=== Try it ===
Which lines run from the one containing "assert len(messages) == len(set(messages))" to the last line of the entries? Return them exactly, with nothing more.
Excerpted records section start
def test_high_apogee_allowed_without_debris():
    (flux,) = phase_fluxes(_phase(perigee_altitude=500.0, apogee_altitude=35786.0),
                           meteoroid=MeteoroidSpec())["meteoroid"]
    assert flux.weights.sum() > earth_shielding_factor(500.0)


@pytest.mark.parametrize(
    "kwargs, match",
    [(dict(directions=0), "directions must be a positive integer"),
     (dict(meteoroid=MeteoroidSpec(focusing="both")), "unknown meteoroid focusing"),
     (dict(debris=MeteoroidSpec()), "expected a DebrisSpec")],
)
def test_argument_errors(kwargs, match):
    with pytest.raises(InputError, match=match):
        phase_fluxes(_phase(), **kwargs)


def test_no_source_gives_an_empty_dict():
    assert phase_fluxes(_phase()) == {}


def test_range_warning_once_per_message():
    phase = _phase(inclination=10.0, perigee_altitude=300.0, apogee_altitude=600.0)
    with warnings.catch_warnings(record=True) as record:
        warnings.simplefilter("always")
        phase_fluxes(phase, debris=DebrisSpec(), cache=False)
    messages = [str(w.message) for w in record if issubclass(w.category, ModelRangeWarning)]
    assert len(messages) == len(set(messages)) >= 1
    assert any("inclination" in m for m in messages)


# ---------------------------------------------------------------- cache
Excerpted records section end
=== Response to this exercise ===
    assert len(messages) == len(set(messages)) >= 1
    assert any("inclination" in m for m in messages)


# ---------------------------------------------------------------- cache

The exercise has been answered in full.